Yazan Al-Bawwab

Personal information
- Nationality: Palestinian
- Citizenship: Palestinian; Italian;
- Born: 30 October 1999 (age 26) Saudi Arabia
- Education: Carleton University; University of London;

Sport
- Sport: Swimming

Medal record
Men's swimming
Representing Palestine
Arab Games
| Gold medal – first place | 2023 Algeria | 50 m backstroke |
| Gold medal – first place | 2023 Algeria | 100 m backstroke |

= Yazan Al-Bawwab =

Palestinian swimmer (born 1999)

Yazan Al-Bawwab (يزن البواب; born 30 October 1999) is a Saudi-born Palestinian and Italian swimmer. He competed for Palestine at the 2020 Tokyo Olympics and the 2024 Paris Olympics.

==Early and personal life==
Al-Bawwab was born in Saudi Arabia to Palestinian parents with Italian citizenship, which they acquired after a long stay in the country: his father Rashad had moved to Genoa as a refugee and had graduated in engineering at the local university. Al-Bawwab thus holds dual Palestinian and Italian citizenship, and calls himself "half Italian". He grew up in Dubai, United Emirates, where his father had opened a furniture business. Al-Bawwab lived in Ottawa, Canada, where he graduated in aerospace and mechanical engineering from Carleton University, and currently lives in the Netherlands, while pursuing a master's degree in international sports management at the University of London.

==Swimming career==
Al-Bawwab was one of five Palestinians who represented Palestine in the 2020 Tokyo Olympics in 2021. He competed in the men's 100 metre freestyle, coming in 66th out of 71 swimmers.

As of 2021, he held the Palestinian record in both the 50 and 100 metre freestyle events. He is also the Arab champion in the 50 and 100 metre backstroke after winning both events at the 2023 Arab Games.

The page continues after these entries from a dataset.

"""Stable keys for reference rows, so that samples follow accounts, not row positions.

Choosing the number of roles compares candidates on a sample of the training rows and
refits them on 90 % resamples (:mod:`rolewatch.engine.selection`).  Drawing those by row
position would change most of the sample whenever one account is added or removed; drawing
them by a hash of the account id (consistent sampling, as in Broder's min-wise hashing,
Compression and Complexity of Sequences 1997) keeps every account's membership fixed, so
training on 90 % of the accounts, or on events with a few duplicates removed, changes the
sample only where the accounts changed.
"""

from __future__ import annotations

import hashlib
from collections.abc import Sequence
from typing import Any

import numpy as np

__all__ = ["account_sample", "mixed", "row_keys"]

_GOLDEN = np.uint64(0x9E3779B97F4A7C15)


def mixed(keys: np.ndarray, salt: int) -> np.ndarray:
    """The splitmix64 finaliser of ``keys xor salt`` (Steele, Lea & Flood, "Fast splittable
    pseudorandom number generators", OOPSLA 2014): a different, well-mixed uint64 order
    of the same keys for every salt."""
    with np.errstate(over="ignore"):
        z = np.asarray(keys, dtype=np.uint64) ^ (np.uint64(salt & 0xFFFFFFFF) * _GOLDEN)
        z = (z ^ (z >> np.uint64(30))) * np.uint64(0xBF58476D1CE4E5B9)
        z = (z ^ (z >> np.uint64(27))) * np.uint64(0x94D049BB133111EB)
    return z ^ (z >> np.uint64(31))


def _account_keys(nodes: np.ndarray) -> np.ndarray:
    import pandas as pd

    # distinct ids by a hash table (pandas), not a sort of fixed-width text (4 bytes a
    # character of the longest id for every id)
    index, distinct = pd.factorize(np.asarray(nodes, dtype=object))
    digests = [hashlib.blake2b(x.encode("utf-8"), digest_size=8).digest() for x in distinct]
    return np.frombuffer(b"".join(digests), dtype="<u8")[index].astype(np.uint64)


def row_keys(tables: Any) -> np.ndarray:
    """One uint64 key per stacked row: a hash of the row's account id for tables that
    name their accounts (``nodes``), the row's position otherwise.

    Rows of one account in several windows share the key, so a resample keeps or drops the
    account as a whole.
    """
    if isinstance(tables, np.ndarray) or hasattr(tables, "binned"):
        tables = [tables]
    parts, offset = [], 0
    for table in tables:
        nodes = getattr(table, "nodes", None)
        rows = np.shape(table.binned if hasattr(table, "binned") else table)[0]
        if nodes is not None and len(nodes) == rows:
            parts.append(_account_keys(np.asarray(nodes)))
        else:
            parts.append(mixed(np.arange(offset, offset + rows, dtype=np.uint64), 0))
        offset += rows
    return np.concatenate(parts) if parts else np.zeros(0, dtype=np.uint64)


def account_sample(
    nodes: Sequence[np.ndarray], size: int | None, seed: int = 0
) -> list[np.ndarray] | None:
    """Rows of a seeded sample of at most ``size`` distinct accounts, per window.

    Training fits its bins, pruning and role basis on a sample of accounts when the windows
    hold more (their features still come from the whole graph). The sample is consistent
    (Broder, Compression and Complexity of Sequences 1997): an account is in it when its
    hashed id is among the ``size`` smallest, so it is in or out in every window alike.

    Parameters
    ----------
    nodes : sequence of array of str
        Each training window's account ids, in row order.
    size : int or None
        Most distinct accounts kept; None keeps all.
    seed : int
        Salt of the hash order.

    Returns
    -------
    list of numpy.ndarray or None
        Each window's sampled row positions, ascending; None when the windows hold at most
        ``size`` distinct accounts (nothing to leave out).
    """
    if size is None:
        return None
    if size < 1:
        raise ValueError(f"the account sample needs at least one account, got {size}")
    keys = [mixed(_account_keys(np.asarray(ids)), seed) for ids in nodes]
    distinct = np.unique(np.concatenate(keys)) if keys else np.zeros(0, dtype=np.uint64)
    if distinct.size <= size:
        return None
    cutoff = distinct[size - 1]
    return [np.flatnonzero(k <= cutoff) for k in keys]
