def activity_strata(activity, valid, *, stratum_size: int = 25) -> np.ndarray:
    """Group accounts into activity strata of at least ``stratum_size`` members.

    Base strata are powers of two of activity, ``floor(log2(1 + activity))``; going from
    the busiest stratum down, a stratum joins the next lower one until the group holds
    ``stratum_size`` valid accounts (a thin remainder at the bottom joins the group above
    it). Powers of two are common practice for activity classes (no source).

    Parameters
    ----------
    activity : array_like, shape (n,)
        Events per account.
    valid : array_like of bool, shape (n,)
        Accounts to group; the others (and non-finite activity) get -1.
    stratum_size : int
        Fewest valid accounts per group (see :class:`ShiftPolicy`).

    Returns
    -------
    ndarray of int64, shape (n,)
        Group id per account, 0 for the busiest group; -1 where not ``valid``.
    """
    act = np.asarray(activity, dtype=np.float64)
    valid = np.asarray(valid, dtype=bool) & np.isfinite(act)
    level = np.full(act.size, -1, dtype=np.int64)
    level[valid] = np.floor(np.log2(1.0 + np.maximum(act[valid], 0.0))).astype(np.int64)
    levels, counts = np.unique(level[valid], return_counts=True)
    group_of_level = np.empty(levels.size, dtype=np.int64)
    group, filled = 0, 0
    for position in range(levels.size - 1, -1, -1):  # a loop over strata, not accounts
        group_of_level[position] = group
        filled += counts[position]
        if filled >= stratum_size:
            group, filled = group + 1, 0
    if levels.size and 0 < filled < stratum_size and group > 0:
        group_of_level[group_of_level == group] = group - 1
    out = np.full(act.size, -1, dtype=np.int64)
    out[valid] = group_of_level[np.searchsorted(levels, level[valid])]
    return out


def stratified_zscore(
    score, activity, *, stratum_size: int = 25, min_scale: float = 0.02
) -> np.ndarray:
    """Robust z-score of each finite score within its activity stratum.

    ``z = (s - median) / max(1.4826 * MAD, min_scale)`` over the finite scores of the
    stratum (:func:`activity_strata`); the median absolute deviation scaled by 1.4826
    estimates the standard deviation of normal data (Rousseeuw & Croux, JASA 1993, as
    recalled; common practice).  Median and MAD are robust, so the few accounts that
    really shift do not hide themselves by inflating their stratum's spread.

    Parameters
    ----------
    score : ndarray, shape (n,)
        Raw scores; NaN where the account is not scored (stays NaN).
    activity : ndarray, shape (n,)
        Activity that sets the stratum (events in the busier of the two windows).
    stratum_size, min_scale :
        See :class:`ShiftPolicy`.

    Returns
    -------
    ndarray, shape (n,)
    """
    s = np.asarray(score, dtype=np.float64).reshape(-1)
    groups = activity_strata(activity, np.isfinite(s), stratum_size=stratum_size)
    z = np.full(s.size, np.nan)
    if not (groups >= 0).any():
        return z
    rows = np.flatnonzero(groups >= 0)
    order = rows[np.argsort(groups[rows], kind="stable")]
    bounds = np.flatnonzero(np.diff(groups[order])) + 1
    for members in np.split(order, bounds):  # one pass per stratum
        values = s[members]
        centre = np.median(values)
        spread = MAD_SCALE * np.median(np.abs(values - centre))
        z[members] = (values - centre) / max(spread, min_scale)
    return z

He was selected to compete at the 2024 Paris Olympics in the 100 metre backstroke, where he finished 43rd out of 46 in the heats.

== Other ventures ==
As of 2023, Al-Bawwab was an IOC Young Leader and a FISU ambassador for Canada; he is a member of the Palestine Olympic Committee Athletes' Commission and the founder of the Palestinian Olympians Association. In late 2023, he launched the SwimHope Palestine project, aimed at providing young children in Palestinian refugee communities with basic swimming and life-saving skills.